── Data in this exercise

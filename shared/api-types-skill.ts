import type { AlphaTable } from './engine/types';
import type { CalibratedCell } from './skill/calibrated-alpha';
import type { SkillBin } from './skill/forecast-skill';

/** The dataset forecasts were compared with. */
export interface SkillObservationRef {
  id: string;
  name: string;
  kind: 'observation' | 'hindcast';
}

/** GET /api/projects/:projectId/forecast-skill?observation= */
export interface ForecastSkillAnswer {
  observation: SkillObservationRef;
  /** stored forecast issues that overlap the observation, and how many gave at least one pair */
  issuesCompared: number;
  issuesPaired: number;
  /** every pair (the points are a sample of them) */
  pairs: number;
  /** per (lead, Hs) bin, lead-major (docs/domain.md#forecast-uncertainty) */
  bins: SkillBin[];
  /** per lead bin over every Hs bin (the bias-by-lead-time chart) */
  byLead: Omit<SkillBin, 'hsFrom' | 'hsTo'>[];
  /** forecast and observed Hs (m) at lead leadH (h), at most `pointsCap`, evenly sampled */
  points: { leadH: number; fc: number; obs: number }[];
  pointsCap: number;
  /** a bin with fewer distinct issues than this is shown with a warning */
  fewIssues: number;
}

/** GET /api/projects/:projectId/alpha/calibrated?p=&observation= */
export interface CalibratedAlphaAnswer {
  p: number;
  /** the project's setting (the default p when the query gives none) */
  projectP: number;
  /** the (1 - p) standard normal quantile */
  z: number;
  /** null when the project has no observation or hindcast to compare with: every cell is the default's */
  observation: SkillObservationRef | null;
  issuesPaired: number;
  pairs: number;
  table: AlphaTable;
  /** cells[row][column], with the bin and the counts behind each value */
  cells: CalibratedCell[][];
  /** the default table (docs/domain.md#weather-restricted) */
  defaultTable: AlphaTable;
  /** whether the project's table in force is the default, and when its own was last saved */
  current: { isDefault: boolean; updatedAt: string | null };
  fewIssues: number;
}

────

Exactly reproduce all of the entries above.

filename shared/api-types-skill.ts
import type { AlphaTable } from './engine/types';
import type { CalibratedCell } from './skill/calibrated-alpha';
import type { SkillBin } from './skill/forecast-skill';

/** The dataset forecasts were compared with. */
export interface SkillObservationRef {
  id: string;
  name: string;
  kind: 'observation' | 'hindcast';
}

/** GET /api/projects/:projectId/forecast-skill?observation= */
export interface ForecastSkillAnswer {
  observation: SkillObservationRef;
  /** stored forecast issues that overlap the observation, and how many gave at least one pair */
  issuesCompared: number;
  issuesPaired: number;
  /** every pair (the points are a sample of them) */
  pairs: number;
  /** per (lead, Hs) bin, lead-major (docs/domain.md#forecast-uncertainty) */
  bins: SkillBin[];
  /** per lead bin over every Hs bin (the bias-by-lead-time chart) */
  byLead: Omit<SkillBin, 'hsFrom' | 'hsTo'>[];
  /** forecast and observed Hs (m) at lead leadH (h), at most `pointsCap`, evenly sampled */
  points: { leadH: number; fc: number; obs: number }[];
  pointsCap: number;
  /** a bin with fewer distinct issues than this is shown with a warning */
  fewIssues: number;
}

/** GET /api/projects/:projectId/alpha/calibrated?p=&observation= */
export interface CalibratedAlphaAnswer {
  p: number;
  /** the project's setting (the default p when the query gives none) */
  projectP: number;
  /** the (1 - p) standard normal quantile */
  z: number;
  /** null when the project has no observation or hindcast to compare with: every cell is the default's */
  observation: SkillObservationRef | null;
  issuesPaired: number;
  pairs: number;
  table: AlphaTable;
  /** cells[row][column], with the bin and the counts behind each value */
  cells: CalibratedCell[][];
  /** the default table (docs/domain.md#weather-restricted) */
  defaultTable: AlphaTable;
  /** whether the project's table in force is the default, and when its own was last saved */
  current: { isDefault: boolean; updatedAt: string | null };
  fewIssues: number;
}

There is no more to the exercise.